[SUPPLIED INFORMATION Boundary: Start]

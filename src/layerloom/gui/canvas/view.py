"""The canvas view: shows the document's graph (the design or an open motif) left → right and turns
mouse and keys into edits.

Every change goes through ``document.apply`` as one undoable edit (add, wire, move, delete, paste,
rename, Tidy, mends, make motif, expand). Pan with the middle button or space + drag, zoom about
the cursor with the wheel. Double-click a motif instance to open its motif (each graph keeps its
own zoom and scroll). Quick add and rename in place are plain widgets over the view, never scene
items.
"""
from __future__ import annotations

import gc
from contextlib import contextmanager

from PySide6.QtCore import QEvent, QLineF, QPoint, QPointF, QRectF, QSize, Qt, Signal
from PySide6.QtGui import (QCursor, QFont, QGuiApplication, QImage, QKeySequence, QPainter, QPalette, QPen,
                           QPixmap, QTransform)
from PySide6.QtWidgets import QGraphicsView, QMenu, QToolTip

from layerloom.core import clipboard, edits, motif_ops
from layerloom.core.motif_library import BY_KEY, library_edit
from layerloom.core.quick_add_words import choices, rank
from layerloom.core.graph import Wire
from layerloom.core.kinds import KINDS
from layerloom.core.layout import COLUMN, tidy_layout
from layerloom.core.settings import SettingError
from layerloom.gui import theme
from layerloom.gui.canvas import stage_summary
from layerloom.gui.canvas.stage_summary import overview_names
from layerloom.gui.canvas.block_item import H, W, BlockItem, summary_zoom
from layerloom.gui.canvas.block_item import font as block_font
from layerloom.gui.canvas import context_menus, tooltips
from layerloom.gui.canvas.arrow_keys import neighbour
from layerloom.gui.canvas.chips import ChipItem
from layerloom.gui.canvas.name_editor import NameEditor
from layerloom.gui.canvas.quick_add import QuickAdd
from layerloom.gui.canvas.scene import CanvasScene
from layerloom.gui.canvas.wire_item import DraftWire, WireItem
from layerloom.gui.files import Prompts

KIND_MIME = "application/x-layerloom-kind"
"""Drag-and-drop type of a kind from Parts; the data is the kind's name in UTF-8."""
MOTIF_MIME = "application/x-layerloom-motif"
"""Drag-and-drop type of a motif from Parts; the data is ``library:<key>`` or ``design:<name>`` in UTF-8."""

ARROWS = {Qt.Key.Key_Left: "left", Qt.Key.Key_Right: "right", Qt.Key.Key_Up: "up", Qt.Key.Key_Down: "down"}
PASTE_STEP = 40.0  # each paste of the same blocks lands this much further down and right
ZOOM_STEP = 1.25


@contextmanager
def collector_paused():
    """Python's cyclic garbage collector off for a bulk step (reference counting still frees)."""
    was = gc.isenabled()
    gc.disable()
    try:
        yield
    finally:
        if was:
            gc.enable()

[SUPPLIED INFORMATION Boundary: End]

TASK STATEMENT
Repeat the whole of the data above exactly as it appears.

OUTPUT BELOW
filename src/layerloom/gui/canvas/view.py
"""The canvas view: shows the document's graph (the design or an open motif) left → right and turns
mouse and keys into edits.

Every change goes through ``document.apply`` as one undoable edit (add, wire, move, delete, paste,
rename, Tidy, mends, make motif, expand). Pan with the middle button or space + drag, zoom about
the cursor with the wheel. Double-click a motif instance to open its motif (each graph keeps its
own zoom and scroll). Quick add and rename in place are plain widgets over the view, never scene
items.
"""
from __future__ import annotations

import gc
from contextlib import contextmanager

from PySide6.QtCore import QEvent, QLineF, QPoint, QPointF, QRectF, QSize, Qt, Signal
from PySide6.QtGui import (QCursor, QFont, QGuiApplication, QImage, QKeySequence, QPainter, QPalette, QPen,
                           QPixmap, QTransform)
from PySide6.QtWidgets import QGraphicsView, QMenu, QToolTip

from layerloom.core import clipboard, edits, motif_ops
from layerloom.core.motif_library import BY_KEY, library_edit
from layerloom.core.quick_add_words import choices, rank
from layerloom.core.graph import Wire
from layerloom.core.kinds import KINDS
from layerloom.core.layout import COLUMN, tidy_layout
from layerloom.core.settings import SettingError
from layerloom.gui import theme
from layerloom.gui.canvas import stage_summary
from layerloom.gui.canvas.stage_summary import overview_names
from layerloom.gui.canvas.block_item import H, W, BlockItem, summary_zoom
from layerloom.gui.canvas.block_item import font as block_font
from layerloom.gui.canvas import context_menus, tooltips
from layerloom.gui.canvas.arrow_keys import neighbour
from layerloom.gui.canvas.chips import ChipItem
from layerloom.gui.canvas.name_editor import NameEditor
from layerloom.gui.canvas.quick_add import QuickAdd
from layerloom.gui.canvas.scene import CanvasScene
from layerloom.gui.canvas.wire_item import DraftWire, WireItem
from layerloom.gui.files import Prompts

KIND_MIME = "application/x-layerloom-kind"
"""Drag-and-drop type of a kind from Parts; the data is the kind's name in UTF-8."""
MOTIF_MIME = "application/x-layerloom-motif"
"""Drag-and-drop type of a motif from Parts; the data is ``library:<key>`` or ``design:<name>`` in UTF-8."""

ARROWS = {Qt.Key.Key_Left: "left", Qt.Key.Key_Right: "right", Qt.Key.Key_Up: "up", Qt.Key.Key_Down: "down"}
PASTE_STEP = 40.0  # each paste of the same blocks lands this much further down and right
ZOOM_STEP = 1.25


@contextmanager
def collector_paused():
    """Python's cyclic garbage collector off for a bulk step (reference counting still frees)."""
    was = gc.isenabled()
    gc.disable()
    try:
        yield
    finally:
        if was:
            gc.enable()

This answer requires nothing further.